»»

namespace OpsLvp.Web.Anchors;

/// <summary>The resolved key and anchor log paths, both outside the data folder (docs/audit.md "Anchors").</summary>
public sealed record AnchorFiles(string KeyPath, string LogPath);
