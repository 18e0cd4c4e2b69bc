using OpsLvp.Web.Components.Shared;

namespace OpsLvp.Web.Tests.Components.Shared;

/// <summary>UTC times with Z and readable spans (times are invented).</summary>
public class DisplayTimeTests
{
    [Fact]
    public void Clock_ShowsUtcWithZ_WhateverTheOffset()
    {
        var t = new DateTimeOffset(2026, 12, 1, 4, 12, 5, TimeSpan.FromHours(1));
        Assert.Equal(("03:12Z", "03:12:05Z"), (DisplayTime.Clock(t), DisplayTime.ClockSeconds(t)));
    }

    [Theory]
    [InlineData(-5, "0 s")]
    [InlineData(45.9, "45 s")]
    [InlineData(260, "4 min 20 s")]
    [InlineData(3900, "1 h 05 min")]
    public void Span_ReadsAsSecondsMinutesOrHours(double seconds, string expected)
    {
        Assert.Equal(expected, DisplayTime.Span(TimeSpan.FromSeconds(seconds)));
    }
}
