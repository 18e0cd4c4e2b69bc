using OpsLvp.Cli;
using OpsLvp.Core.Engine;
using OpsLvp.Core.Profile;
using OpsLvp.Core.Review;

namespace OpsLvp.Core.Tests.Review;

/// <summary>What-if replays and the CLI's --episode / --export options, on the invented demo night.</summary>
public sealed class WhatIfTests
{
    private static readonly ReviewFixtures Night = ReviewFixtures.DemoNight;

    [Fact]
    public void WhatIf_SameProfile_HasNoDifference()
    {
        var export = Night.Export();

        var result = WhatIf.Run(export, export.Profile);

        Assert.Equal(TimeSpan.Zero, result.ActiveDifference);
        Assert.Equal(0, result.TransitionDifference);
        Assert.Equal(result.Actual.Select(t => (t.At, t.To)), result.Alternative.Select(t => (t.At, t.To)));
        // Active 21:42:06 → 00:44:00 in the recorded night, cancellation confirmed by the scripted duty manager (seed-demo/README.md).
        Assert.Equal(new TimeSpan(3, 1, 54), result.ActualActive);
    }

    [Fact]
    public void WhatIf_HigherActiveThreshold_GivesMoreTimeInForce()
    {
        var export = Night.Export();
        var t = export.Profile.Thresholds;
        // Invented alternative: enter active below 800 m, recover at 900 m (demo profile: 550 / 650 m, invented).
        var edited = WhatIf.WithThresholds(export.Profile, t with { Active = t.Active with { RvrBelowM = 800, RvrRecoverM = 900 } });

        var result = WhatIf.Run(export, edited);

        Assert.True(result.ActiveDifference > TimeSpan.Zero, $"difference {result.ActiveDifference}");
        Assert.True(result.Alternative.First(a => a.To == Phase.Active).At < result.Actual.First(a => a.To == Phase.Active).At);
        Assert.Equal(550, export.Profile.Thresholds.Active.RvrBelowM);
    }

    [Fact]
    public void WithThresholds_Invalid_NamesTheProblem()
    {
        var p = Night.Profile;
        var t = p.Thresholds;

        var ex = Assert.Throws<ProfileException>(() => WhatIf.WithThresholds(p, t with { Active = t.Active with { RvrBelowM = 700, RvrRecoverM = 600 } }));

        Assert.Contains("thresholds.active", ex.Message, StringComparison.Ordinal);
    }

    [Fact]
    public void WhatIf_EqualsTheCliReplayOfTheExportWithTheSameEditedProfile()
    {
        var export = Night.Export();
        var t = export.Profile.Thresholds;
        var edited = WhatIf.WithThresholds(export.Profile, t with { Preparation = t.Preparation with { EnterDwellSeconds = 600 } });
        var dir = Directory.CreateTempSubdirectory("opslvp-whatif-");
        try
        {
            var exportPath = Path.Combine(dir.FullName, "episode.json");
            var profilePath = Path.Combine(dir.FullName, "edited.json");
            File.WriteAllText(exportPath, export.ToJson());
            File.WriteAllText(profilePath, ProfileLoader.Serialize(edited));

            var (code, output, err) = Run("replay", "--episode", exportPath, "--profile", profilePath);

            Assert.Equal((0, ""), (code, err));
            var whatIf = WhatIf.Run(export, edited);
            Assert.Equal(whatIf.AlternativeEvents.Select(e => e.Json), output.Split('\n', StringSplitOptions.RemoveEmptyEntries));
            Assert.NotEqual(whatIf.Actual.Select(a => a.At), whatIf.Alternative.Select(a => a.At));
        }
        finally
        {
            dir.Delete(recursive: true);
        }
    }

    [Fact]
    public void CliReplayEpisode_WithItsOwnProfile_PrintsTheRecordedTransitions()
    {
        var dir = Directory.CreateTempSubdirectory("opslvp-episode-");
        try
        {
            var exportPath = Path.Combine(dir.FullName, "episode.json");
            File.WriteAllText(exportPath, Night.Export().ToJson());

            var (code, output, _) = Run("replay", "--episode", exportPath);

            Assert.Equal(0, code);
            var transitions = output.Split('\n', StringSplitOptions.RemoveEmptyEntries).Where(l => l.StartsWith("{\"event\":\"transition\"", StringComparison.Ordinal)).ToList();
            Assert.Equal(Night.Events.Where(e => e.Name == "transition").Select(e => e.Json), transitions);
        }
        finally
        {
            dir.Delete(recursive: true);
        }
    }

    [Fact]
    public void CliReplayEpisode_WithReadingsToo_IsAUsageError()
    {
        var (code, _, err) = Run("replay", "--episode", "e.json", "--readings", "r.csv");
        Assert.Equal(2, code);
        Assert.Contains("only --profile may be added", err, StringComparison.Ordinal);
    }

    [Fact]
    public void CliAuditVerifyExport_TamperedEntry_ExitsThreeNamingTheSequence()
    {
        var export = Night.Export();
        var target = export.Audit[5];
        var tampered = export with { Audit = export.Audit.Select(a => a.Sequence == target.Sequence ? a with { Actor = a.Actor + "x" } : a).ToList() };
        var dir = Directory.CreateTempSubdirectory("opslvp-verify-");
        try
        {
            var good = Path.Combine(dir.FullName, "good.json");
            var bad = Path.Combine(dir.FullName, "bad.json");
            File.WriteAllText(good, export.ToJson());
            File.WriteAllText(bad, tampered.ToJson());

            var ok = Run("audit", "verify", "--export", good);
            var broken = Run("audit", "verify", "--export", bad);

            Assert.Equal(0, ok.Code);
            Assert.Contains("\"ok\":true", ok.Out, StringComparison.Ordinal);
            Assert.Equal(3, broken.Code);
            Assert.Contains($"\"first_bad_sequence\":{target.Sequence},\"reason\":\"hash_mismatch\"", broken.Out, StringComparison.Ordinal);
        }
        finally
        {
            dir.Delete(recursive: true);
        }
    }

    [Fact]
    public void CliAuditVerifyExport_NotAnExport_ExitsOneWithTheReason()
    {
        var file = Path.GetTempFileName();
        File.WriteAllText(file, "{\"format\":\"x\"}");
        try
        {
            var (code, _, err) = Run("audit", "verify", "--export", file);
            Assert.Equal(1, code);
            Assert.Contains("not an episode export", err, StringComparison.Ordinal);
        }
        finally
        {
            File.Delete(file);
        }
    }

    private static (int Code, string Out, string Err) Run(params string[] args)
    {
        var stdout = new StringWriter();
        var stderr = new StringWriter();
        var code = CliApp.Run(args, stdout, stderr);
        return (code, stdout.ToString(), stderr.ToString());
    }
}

««

== Work instruction ==
Set down, exactly as they appear, the line holding "var stdout = new StringWriter();" and every line after it until the records end.

== Solution to this task ==
        var stdout = new StringWriter();
        var stderr = new StringWriter();
        var code = CliApp.Run(args, stdout, stderr);
        return (code, stdout.ToString(), stderr.ToString());
    }
}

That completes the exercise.